-- Study material follows --

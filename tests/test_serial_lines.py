"""The chunked line reader on a real pseudo-terminal through pyserial: lines split where their
terminator is, whatever chunks they arrive in; a line cut at its limit; an unfinished line
returned when the port's timeout passes."""

from __future__ import annotations

import os
import time
import tty
from collections.abc import Iterator

import pytest
import serial

from drivers.serial_lines import LineReader


@pytest.fixture
def pty() -> Iterator[tuple[int, serial.Serial]]:
    master, slave = os.openpty()
    tty.setraw(slave)
    port = serial.Serial(os.ttyname(slave), 115200, timeout=0.2)
    yield master, port
    port.close()
    os.close(master)
    os.close(slave)


def test_two_replies_in_one_chunk_are_two_lines(pty: tuple[int, serial.Serial]) -> None:
    master, port = pty
    reader = LineReader(port)
    os.write(master, b"0001 OK first*00\n0002 OK second*00\n")
    assert reader.read_line(1024) == b"0001 OK first*00\n"
    assert reader.read_line(1024) == b"0002 OK second*00\n"


def test_a_line_in_pieces_is_one_line(pty: tuple[int, serial.Serial]) -> None:
    master, port = pty
    reader = LineReader(port)
    os.write(master, b"0003 OK ha")
    os.write(master, b"lf*00\n")
    assert reader.read_line(1024) == b"0003 OK half*00\n"


def test_a_line_longer_than_the_limit_is_cut(pty: tuple[int, serial.Serial]) -> None:
    master, port = pty
    reader = LineReader(port)
    os.write(master, b"x" * 40 + b"\n")
    assert reader.read_line(16) == b"x" * 16  # no terminator: the caller reports it


def test_timeout_returns_what_came_and_discard_forgets_the_rest(
    pty: tuple[int, serial.Serial],
) -> None:
    master, port = pty
    reader = LineReader(port)
    assert reader.read_line(1024) == b""  # nothing within 0.2 s
    os.write(master, b"no terminator")
    assert reader.read_line(1024) == b"no terminator"
    os.write(master, b"stale\nstale too\n")
    assert reader.read_line(1024) == b"stale\n"  # "stale too" is now held by the reader
    reader.discard_input()
    os.write(master, b"fresh\n")
    assert reader.read_line(1024) == b"fresh\n"


def test_discard_forgets_what_waits_in_the_port_too(pty: tuple[int, serial.Serial]) -> None:
    master, port = pty
    reader = LineReader(port)
    os.write(master, b"stale reply\n")
    deadline = time.monotonic() + 5.0
    while not port.in_waiting and time.monotonic() < deadline:  # the terminal delivers it
        time.sleep(0.001)
    assert port.in_waiting
    reader.discard_input()
    assert port.in_waiting == 0
    os.write(master, b"fresh\n")
    assert reader.read_line(1024) == b"fresh\n"
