"""ngspice as an independent reference solver for rig circuits (test helper, not library code).

``ngspice_op(circuit)`` writes ``to_spice(circuit)`` to a temporary directory, runs
``ngspice -b -r <raw> <netlist>`` and reads the operating point back from the raw file, which
carries full double precision (the printed tables of ngspice-39 round to 6-7 digits unless
``numdgt`` is raised).  ``SPICE_ASCIIRAWFILE=1`` asks for an ASCII raw file; a binary one is read
as well, in case a local ``spinit`` overrides it.

``require_ngspice()`` skips a test when ngspice is missing, but fails it when the environment
variable ``CI`` is set (to anything except ``""``, ``0`` or ``false``): CI must run these tests.
"""

from __future__ import annotations

import os
import shutil
import subprocess
import tempfile
from dataclasses import dataclass
from pathlib import Path

import numpy as np

from rig.circuit import GROUND, Circuit, spice_names, to_spice

NGSPICE_ENV = "RIG_NGSPICE"  # optional path to another ngspice binary
_TIMEOUT_S = 60.0


class NgspiceFailed(RuntimeError):
    """ngspice could not be run or its output could not be read."""


@dataclass(frozen=True)
class NgspiceOp:
    """An ngspice operating point under rig's names."""

    voltages: dict[str, float]  # non-ground node -> V
    currents: dict[str, float]  # vsource / vcvs name -> A, SPICE sign (pos -> source -> neg)


def ngspice_path() -> str | None:
    """The ngspice binary to use, or None when it is not installed."""
    return shutil.which(os.environ.get(NGSPICE_ENV, "ngspice"))


def in_ci() -> bool:
    return os.environ.get("CI", "").strip().lower() not in ("", "0", "false")


def require_ngspice() -> str:
    """Path to ngspice; skip the calling test without it, or fail it under CI."""
    import pytest

    path = ngspice_path()
    if path is None:
        if in_ci():
            pytest.fail(
                "ngspice is not installed but CI is set: CI must run the ngspice reference "
                "tests (install the Debian package 'ngspice')",
                pytrace=False,
            )
        pytest.skip("ngspice is not installed (Debian package 'ngspice')")
    return path


def ngspice_op(circuit: Circuit) -> dict[str, float]:
    """Node voltages of ``circuit`` computed by ngspice, keyed by rig's node names."""
    return ngspice_run(circuit).voltages


def ngspice_run(circuit: Circuit) -> NgspiceOp:
    """Node voltages and source branch currents of ``circuit`` computed by ngspice."""
    binary = ngspice_path()
    if binary is None:
        raise NgspiceFailed("ngspice is not installed")
    names = spice_names(circuit)
    with tempfile.TemporaryDirectory(prefix="rig-ngspice-") as tmp:
        netlist = Path(tmp) / "circuit.cir"
        raw = Path(tmp) / "circuit.raw"
        netlist.write_text(to_spice(circuit, title="rig reference check"), encoding="ascii")
        env = dict(os.environ, SPICE_ASCIIRAWFILE="1")
        done = subprocess.run(
            [binary, "-b", "-r", str(raw), str(netlist)],
            capture_output=True,
            text=True,
            timeout=_TIMEOUT_S,
            env=env,
            cwd=tmp,
            check=False,
        )
        if done.returncode != 0 or not raw.exists():
            raise NgspiceFailed(
                f"ngspice exited with {done.returncode}:\n{done.stdout[-2000:]}\n"
                f"{done.stderr[-2000:]}"
            )
        values = read_raw_op(raw.read_bytes())
    voltages: dict[str, float] = {}
    for node, spice_node in names.nodes.items():
        if node == GROUND:
            continue
        key = f"v({spice_node})"
        if key not in values:
            raise NgspiceFailed(f"ngspice result has no {key} for node {node!r}")
        voltages[node] = values[key]
    currents: dict[str, float] = {}
    for name, ref in names.elements.items():
        for key in (f"i({ref})", f"{ref}#branch"):
            if key in values:
                currents[name] = values[key]
    return NgspiceOp(voltages, currents)


def read_raw_op(data: bytes) -> dict[str, float]:
    """Variable name (lower case, e.g. ``v(n_a)``, ``i(v_v1)``) -> value from a one-point raw file.

    The raw format: a text header with ``No. Variables:``, ``No. Points:``, a ``Variables:`` list
    (index, name, type per line), then ``Values:`` in text or ``Binary:`` as float64 values.
    """
    marker_text, marker_bin = b"Values:\n", b"Binary:\n"
    if marker_bin in data:
        head, _, body = data.partition(marker_bin)
    elif marker_text in data:
        head, _, body = data.partition(marker_text)
    else:
        raise NgspiceFailed("raw file has neither a Values: nor a Binary: section")
    header = head.decode("ascii", errors="replace").splitlines()
    count = 0
    names: list[str] = []
    in_vars = False
    for line in header:
        if line.startswith("No. Variables:"):
            count = int(line.split(":", 1)[1])
        elif line.startswith("Flags:") and "complex" in line:
            raise NgspiceFailed("raw file holds complex data; expected a DC operating point")
        elif line.startswith("Variables:"):
            in_vars = True
        elif in_vars and line.strip():
            fields = line.split()
            names.append(fields[1].lower())
    if count == 0 or len(names) != count:
        raise NgspiceFailed(f"raw file lists {len(names)} variables, header says {count}")
    if marker_bin in data:
        numbers = np.frombuffer(body[: 8 * count], dtype="<f8")
    else:
        tokens = body.decode("ascii").split()
        # first point: "<index> <value>" then one value per variable
        numbers = np.array([float(t) for t in tokens[1 : 1 + count]])
    if len(numbers) != count:
        raise NgspiceFailed(f"raw file has {len(numbers)} values for {count} variables")
    return dict(zip(names, numbers.tolist(), strict=True))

-- Study material concluded --

* _What is being asked_
All of the lines above need to be given again exactly.

* _Expected answer_
filename tests/test_serial_lines.py
"""The chunked line reader on a real pseudo-terminal through pyserial: lines split where their
terminator is, whatever chunks they arrive in; a line cut at its limit; an unfinished line
returned when the port's timeout passes."""

from __future__ import annotations

import os
import time
import tty
from collections.abc import Iterator

import pytest
import serial

from drivers.serial_lines import LineReader


@pytest.fixture
def pty() -> Iterator[tuple[int, serial.Serial]]:
    master, slave = os.openpty()
    tty.setraw(slave)
    port = serial.Serial(os.ttyname(slave), 115200, timeout=0.2)
    yield master, port
    port.close()
    os.close(master)
    os.close(slave)


def test_two_replies_in_one_chunk_are_two_lines(pty: tuple[int, serial.Serial]) -> None:
    master, port = pty
    reader = LineReader(port)
    os.write(master, b"0001 OK first*00\n0002 OK second*00\n")
    assert reader.read_line(1024) == b"0001 OK first*00\n"
    assert reader.read_line(1024) == b"0002 OK second*00\n"


def test_a_line_in_pieces_is_one_line(pty: tuple[int, serial.Serial]) -> None:
    master, port = pty
    reader = LineReader(port)
    os.write(master, b"0003 OK ha")
    os.write(master, b"lf*00\n")
    assert reader.read_line(1024) == b"0003 OK half*00\n"


def test_a_line_longer_than_the_limit_is_cut(pty: tuple[int, serial.Serial]) -> None:
    master, port = pty
    reader = LineReader(port)
    os.write(master, b"x" * 40 + b"\n")
    assert reader.read_line(16) == b"x" * 16  # no terminator: the caller reports it


def test_timeout_returns_what_came_and_discard_forgets_the_rest(
    pty: tuple[int, serial.Serial],
) -> None:
    master, port = pty
    reader = LineReader(port)
    assert reader.read_line(1024) == b""  # nothing within 0.2 s
    os.write(master, b"no terminator")
    assert reader.read_line(1024) == b"no terminator"
    os.write(master, b"stale\nstale too\n")
    assert reader.read_line(1024) == b"stale\n"  # "stale too" is now held by the reader
    reader.discard_input()
    os.write(master, b"fresh\n")
    assert reader.read_line(1024) == b"fresh\n"


def test_discard_forgets_what_waits_in_the_port_too(pty: tuple[int, serial.Serial]) -> None:
    master, port = pty
    reader = LineReader(port)
    os.write(master, b"stale reply\n")
    deadline = time.monotonic() + 5.0
    while not port.in_waiting and time.monotonic() < deadline:  # the terminal delivers it
        time.sleep(0.001)
    assert port.in_waiting
    reader.discard_input()
    assert port.in_waiting == 0
    os.write(master, b"fresh\n")
    assert reader.read_line(1024) == b"fresh\n"
"""ngspice as an independent reference solver for rig circuits (test helper, not library code).

``ngspice_op(circuit)`` writes ``to_spice(circuit)`` to a temporary directory, runs
``ngspice -b -r <raw> <netlist>`` and reads the operating point back from the raw file, which
carries full double precision (the printed tables of ngspice-39 round to 6-7 digits unless
``numdgt`` is raised).  ``SPICE_ASCIIRAWFILE=1`` asks for an ASCII raw file; a binary one is read
as well, in case a local ``spinit`` overrides it.

``require_ngspice()`` skips a test when ngspice is missing, but fails it when the environment
variable ``CI`` is set (to anything except ``""``, ``0`` or ``false``): CI must run these tests.
"""

from __future__ import annotations

import os
import shutil
import subprocess
import tempfile
from dataclasses import dataclass
from pathlib import Path

import numpy as np

from rig.circuit import GROUND, Circuit, spice_names, to_spice

NGSPICE_ENV = "RIG_NGSPICE"  # optional path to another ngspice binary
_TIMEOUT_S = 60.0


class NgspiceFailed(RuntimeError):
    """ngspice could not be run or its output could not be read."""


@dataclass(frozen=True)
class NgspiceOp:
    """An ngspice operating point under rig's names."""

    voltages: dict[str, float]  # non-ground node -> V
    currents: dict[str, float]  # vsource / vcvs name -> A, SPICE sign (pos -> source -> neg)


def ngspice_path() -> str | None:
    """The ngspice binary to use, or None when it is not installed."""
    return shutil.which(os.environ.get(NGSPICE_ENV, "ngspice"))


def in_ci() -> bool:
    return os.environ.get("CI", "").strip().lower() not in ("", "0", "false")


def require_ngspice() -> str:
    """Path to ngspice; skip the calling test without it, or fail it under CI."""
    import pytest

    path = ngspice_path()
    if path is None:
        if in_ci():
            pytest.fail(
                "ngspice is not installed but CI is set: CI must run the ngspice reference "
                "tests (install the Debian package 'ngspice')",
                pytrace=False,
            )
        pytest.skip("ngspice is not installed (Debian package 'ngspice')")
    return path


def ngspice_op(circuit: Circuit) -> dict[str, float]:
    """Node voltages of ``circuit`` computed by ngspice, keyed by rig's node names."""
    return ngspice_run(circuit).voltages


def ngspice_run(circuit: Circuit) -> NgspiceOp:
    """Node voltages and source branch currents of ``circuit`` computed by ngspice."""
    binary = ngspice_path()
    if binary is None:
        raise NgspiceFailed("ngspice is not installed")
    names = spice_names(circuit)
    with tempfile.TemporaryDirectory(prefix="rig-ngspice-") as tmp:
        netlist = Path(tmp) / "circuit.cir"
        raw = Path(tmp) / "circuit.raw"
        netlist.write_text(to_spice(circuit, title="rig reference check"), encoding="ascii")
        env = dict(os.environ, SPICE_ASCIIRAWFILE="1")
        done = subprocess.run(
            [binary, "-b", "-r", str(raw), str(netlist)],
            capture_output=True,
            text=True,
            timeout=_TIMEOUT_S,
            env=env,
            cwd=tmp,
            check=False,
        )
        if done.returncode != 0 or not raw.exists():
            raise NgspiceFailed(
                f"ngspice exited with {done.returncode}:\n{done.stdout[-2000:]}\n"
                f"{done.stderr[-2000:]}"
            )
        values = read_raw_op(raw.read_bytes())
    voltages: dict[str, float] = {}
    for node, spice_node in names.nodes.items():
        if node == GROUND:
            continue
        key = f"v({spice_node})"
        if key not in values:
            raise NgspiceFailed(f"ngspice result has no {key} for node {node!r}")
        voltages[node] = values[key]
    currents: dict[str, float] = {}
    for name, ref in names.elements.items():
        for key in (f"i({ref})", f"{ref}#branch"):
            if key in values:
                currents[name] = values[key]
    return NgspiceOp(voltages, currents)


def read_raw_op(data: bytes) -> dict[str, float]:
    """Variable name (lower case, e.g. ``v(n_a)``, ``i(v_v1)``) -> value from a one-point raw file.

    The raw format: a text header with ``No. Variables:``, ``No. Points:``, a ``Variables:`` list
    (index, name, type per line), then ``Values:`` in text or ``Binary:`` as float64 values.
    """
    marker_text, marker_bin = b"Values:\n", b"Binary:\n"
    if marker_bin in data:
        head, _, body = data.partition(marker_bin)
    elif marker_text in data:
        head, _, body = data.partition(marker_text)
    else:
        raise NgspiceFailed("raw file has neither a Values: nor a Binary: section")
    header = head.decode("ascii", errors="replace").splitlines()
    count = 0
    names: list[str] = []
    in_vars = False
    for line in header:
        if line.startswith("No. Variables:"):
            count = int(line.split(":", 1)[1])
        elif line.startswith("Flags:") and "complex" in line:
            raise NgspiceFailed("raw file holds complex data; expected a DC operating point")
        elif line.startswith("Variables:"):
            in_vars = True
        elif in_vars and line.strip():
            fields = line.split()
            names.append(fields[1].lower())
    if count == 0 or len(names) != count:
        raise NgspiceFailed(f"raw file lists {len(names)} variables, header says {count}")
    if marker_bin in data:
        numbers = np.frombuffer(body[: 8 * count], dtype="<f8")
    else:
        tokens = body.decode("ascii").split()
        # first point: "<index> <value>" then one value per variable
        numbers = np.array([float(t) for t in tokens[1 : 1 + count]])
    if len(numbers) != count:
        raise NgspiceFailed(f"raw file has {len(numbers)} values for {count} variables")
    return dict(zip(names, numbers.tolist(), strict=True))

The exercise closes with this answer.